Heterogeneous Distributed Barnes-Hut Scheduler

Dynamic Load Balancing for Distributed Barnes-Hut Simulations

Zhuoyi Zou (zhuoyiz), Vanessa Lam (yatheil)

Links

Project Webpage

Project Proposal Webpage

Project Proposal Writeup

Summary

We plan on implementing a dynamic load balancer for a distributed Barnes-Hut simulation running on a heterogeneous computing cluster. The load balancer and simulation will be built using MPI, and we will also implement a version to run across various campus computers.

Background

Barnes-Hut is an N-body simulation algorithm that computes the net force on each body by summing pairwise interactions (e.g., gravitational or electrostatic forces) from all other bodies, using their masses, positions, and distances to determine the resulting acceleration and motion in each iteration.
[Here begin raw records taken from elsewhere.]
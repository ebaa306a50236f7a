import fc from 'fast-check';
import { integrationComplexity } from '../design/integrationComplexity';
import type { FunctionRecord, ModuleLevel, ModuleRecord } from '../model';
import { buildModuleMap, type ModuleMapInput } from './buildModuleMap';
import { call, input, topLevel, unit } from './fixtures/records';
import { folderOf, PackageLocator } from './moduleOfFile';

const SEGMENTS = ['src', 'lib', 'orders', 'billing', 'ui'];

/** Generated codebases: files in random folders, functions with consistent numbers, random calls and imports. */
const codebase: fc.Arbitrary<ModuleMapInput> = fc
  .record({
    files: fc.uniqueArray(fc.array(fc.constantFrom(...SEGMENTS), { maxLength: 3 }).map((dirs) => dirs), { minLength: 1, maxLength: 8, selector: (d) => d.join('/') }),
    shapes: fc.array(fc.tuple(fc.nat(7), fc.nat(6), fc.nat(20), fc.nat(9)), { minLength: 1, maxLength: 20 }),
    calls: fc.array(fc.tuple(fc.nat(), fc.nat(), fc.integer({ min: 1, max: 4 })), { maxLength: 25 }),
    imports: fc.array(fc.tuple(fc.nat(), fc.nat()), { maxLength: 10 }),
    packages: fc.subarray(['src', 'src/orders', 'lib', 'lib/ui/billing']),
    depth: fc.integer({ min: 1, max: 3 }),
  })
  .map(({ files, shapes, calls, imports, packages, depth }) => {
    const paths = files.map((dirs, k) => [...dirs, `f${k}.ts`].join('/'));
    const functions: FunctionRecord[] = paths.map((f) => topLevel(f, 1));
    shapes.forEach(([file, decisions, line, iv], k) => {
      const v = decisions + 1;
      functions.push(unit(paths[file % paths.length], `u${k}`, { decisions, iv: 1 + (iv % v), line: 2 + line, endLine: 2 + line + decisions, loc: 1 + decisions }));
    });
    return input({
      functions,
      calls: calls.map(([a, b, count]) => call(functions[a % functions.length], functions[b % functions.length], count)),
      imports: imports.map(([a, b]) => ({ from: paths[a % paths.length], to: paths[b % paths.length] })),
      packages: packages.map((p) => ({ path: p, name: p })),
      settings: { folderDepth: depth },
    });
  });

const sum = (modules: ModuleRecord[], key: 'functions' | 'cyclomatic' | 'decisions' | 'designComplexity' | 'lines' | 'fanIn' | 'fanOut'): number =>
  modules.reduce((s, m) => s + m[key], 0);

const levels = (modules: ModuleRecord[]): Map<ModuleLevel, ModuleRecord[]> => {
  const by = new Map<ModuleLevel, ModuleRecord[]>();
  for (const m of modules) by.set(m.level, [...(by.get(m.level) ?? []), m]);
  return by;
};

describe('buildModuleMap: properties on generated codebases', () => {
  it('should partition the codebase at every level: ΣV, Σ decisions, P, S0 and lines add up to the whole', () => {
    fc.assert(
      fc.property(codebase, (given) => {
        const { modules } = buildModuleMap(given);
        const whole = {
          functions: given.functions.length,
          cyclomatic: given.functions.reduce((s, f) => s + f.cyclomatic, 0),
          decisions: given.functions.reduce((s, f) => s + f.decisions, 0),
          designComplexity: given.functions.reduce((s, f) => s + f.designComplexity!, 0),
        };
        const byLevel = levels(modules);
        const fileLines = sum(byLevel.get('file')!, 'lines');
        for (const [, members] of byLevel) {
          // Additivity of v over disjoint graphs (McCabe 1976, reference-checks §9.3): any partition keeps ΣV.
          expect({ functions: sum(members, 'functions'), cyclomatic: sum(members, 'cyclomatic'), decisions: sum(members, 'decisions'), designComplexity: sum(members, 'designComplexity') }).toEqual(whole);
          expect(sum(members, 'lines')).toBe(fileLines);
          // Every call site that crosses a border leaves one module and enters another.
          expect(sum(members, 'fanIn')).toBe(sum(members, 'fanOut'));
          for (const m of members) {
            // S1 = S0 − n + 1 ≥ 1 because every iv ≥ 1 (NIST SP 500-235 §7.5; reference-checks §9.5).
            expect(m.integrationComplexity).toBe(integrationComplexity(m.designComplexity, m.functions));
            expect(m.integrationComplexity).toBeGreaterThanOrEqual(1);
            expect(m.cyclomatic).toBe(m.decisions + m.functions);
          }
        }
      }),
      { numRuns: 400 },
    );
  });

  it('should make Ca, Ce and fan-in/out agree with the module edges, and I lie in [0, 1]', () => {
    fc.assert(
      fc.property(codebase, (given) => {
        const { modules, moduleEdges } = buildModuleMap(given);
        for (const m of modules) {
          const out = moduleEdges.filter((e) => e.from === m.id);
          const into = moduleEdges.filter((e) => e.to === m.id);
          expect([m.ce, m.ca]).toEqual([out.length, into.length]);
          expect([m.fanOut, m.fanIn]).toEqual([out.reduce((s, e) => s + e.calls, 0), into.reduce((s, e) => s + e.calls, 0)]);
          if (m.ca + m.ce === 0) expect(m.instability).toBeNull();
          else expect(m.instability).toBe(m.ce / (m.ca + m.ce));
        }
        for (const e of moduleEdges) {
          expect(e.from).not.toBe(e.to);
          expect(e.weight).toBe(e.calls + e.imports);
        }
      }),
      { numRuns: 300 },
    );
  });

  it('should make each folder module the sum of its file modules', () => {
    fc.assert(
      fc.property(codebase, (given) => {
        const { modules } = buildModuleMap(given);
        const byLevel = levels(modules);
        // In a package, folders count from the package's own folder.
        const packages = new PackageLocator(given.packages.map((p) => p.path).filter((p) => p !== '.'));
        for (const folder of byLevel.get('folder')!) {
          const files = byLevel.get('file')!.filter((f) => `folder:${folderOf(f.path, given.settings.folderDepth, packages.packageOf(f.path))}` === folder.id);
          for (const key of ['functions', 'cyclomatic', 'decisions', 'designComplexity', 'lines'] as const) expect(folder[key]).toBe(sum(files, key));
          expect(folder.fanIn).toBeLessThanOrEqual(sum(files, 'fanIn'));
          expect(folder.maxCyclomatic).toBe(Math.max(...files.map((f) => f.maxCyclomatic)));
        }
      }),
      { numRuns: 300 },
    );
  });

  it('should show extracting a function as ΣV + 1 with Σ decisions unchanged, at every level', () => {
    fc.assert(
      fc.property(codebase, fc.nat(), (given, pick) => {
        const caller = given.functions[pick % given.functions.length];
        // Extract Method: the new function has V = 1 and no decision; its caller calls it once.
        const extracted = unit(caller.file, 'extracted', { line: caller.line, endLine: caller.line, loc: 1 });
        const after = { ...given, functions: [...given.functions, extracted], calls: [...given.calls, call(caller, extracted)] };
        const before = levels(buildModuleMap(given).modules);
        for (const [level, members] of levels(buildModuleMap(after).modules)) {
          const old = before.get(level)!;
          expect(sum(members, 'decisions') - sum(old, 'decisions')).toBe(0);
          expect(sum(members, 'cyclomatic') - sum(old, 'cyclomatic')).toBe(1);
          expect(sum(members, 'functions') - sum(old, 'functions')).toBe(1);
        }
      }),
      { numRuns: 300 },
    );
  });

  it('should give the same map for the same input in any order', () => {
    fc.assert(
      fc.property(codebase, (given) => {
        const reversed = { ...given, functions: [...given.functions].reverse(), calls: [...given.calls].reverse(), imports: [...given.imports].reverse() };
        expect(buildModuleMap(reversed)).toEqual(buildModuleMap(given));
      }),
      { numRuns: 200 },
    );
  });
});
Parallelized workloads generally have one of three work assignment techniques: static, semi-static, or dynamic. Semi-static is particularly well-suited for Barnes-Hut, since workloads for each body are cheap to compute and the spatial distribution of the bodies changes slowly. A well-balanced work distribution is likely to remain well-balanced for several iterations, reducing the amount of synchronization required for assignment.

Existing dynamic scheduler implementations, such as CUDA Dynamic Parallelism (CDP) and MPI-based distributed schedulers, enable runtime adaptation of work allocation*. While CUDA primarily focuses on intra-device parallelism, multi-GPU or multi-node execution requires additional host-side coordination, as device-side kernels cannot directly manage work across nodes; concurrency is limited to the scope of a single device, and memory coherence is guaranteed only within the device's global memory.
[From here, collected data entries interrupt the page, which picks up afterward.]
// analytic fills in the envelope and phase of the candidates, from the
// analytic trace of a stretch of each trace around its pick, computed for
// all of them as one section through compute's quadrature attribute (which
// shares its FFT plans across the stretches and runs on all cores). A trace whose
// envelope and phase were computed before at the same pick reuses them.
func (t *tracker) analytic(ctx context.Context, w *worker, cs []candidate) error {
	sec := compute.Section{DT: t.g.DT}
	if cap(t.stretches) < len(cs)*t.span {
		t.stretches = make([]float32, len(cs)*t.span)
	}
	var idx []int
	nx := t.g.Crosslines
	for i := range cs {
		c := &cs[i]
		if m := t.memo[c.k]; m.sample == c.sample {
			c.env, c.phase = m.env, m.phase
			continue
		}
		a, err := t.src.Trace(int(c.k)/nx, int(c.k)%nx, w.a)
		if err != nil {
			return err
		}
		n := len(idx)
		stretch := t.stretches[n*t.span : (n+1)*t.span : (n+1)*t.span]
		c.start = int32(t.stretchStart(c.sample))
		copy(stretch, a[c.start:])
		sec.Traces = append(sec.Traces, stretch)
		idx = append(idx, i)
	}
	if len(idx) == 0 {
		return nil
	}
	q, err := t.quadrature(ctx, sec)
	if err != nil {
		return err
	}
	for n, i := range idx {
		c := &cs[i]
		c.env, c.phase = t.analyticAt(sec.Traces[n], q.Traces[n], c.sample-float64(c.start))
		t.memo[c.k] = c.pick
	}
	return nil
}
In contrast, MPI-based dynamic schedulers, such as the one proposed in the paper, explicitly target multi-node environments by assigning tasks with the goal of minimizing overall completion time based on predicted convergence and scaling efficiency. The scheduler dynamically adjusts the number of workers assigned to each job using heuristics driven by marginal performance gains, enabling adaptive resource distribution at runtime. However, this approach assumes homogeneous worker performance, modeling training speed primarily as a function of worker count rather than node-specific characteristics. As a result, it improves utilization and scalability in distributed settings but remains limited in its ability to optimally balance workloads in heterogeneous clusters.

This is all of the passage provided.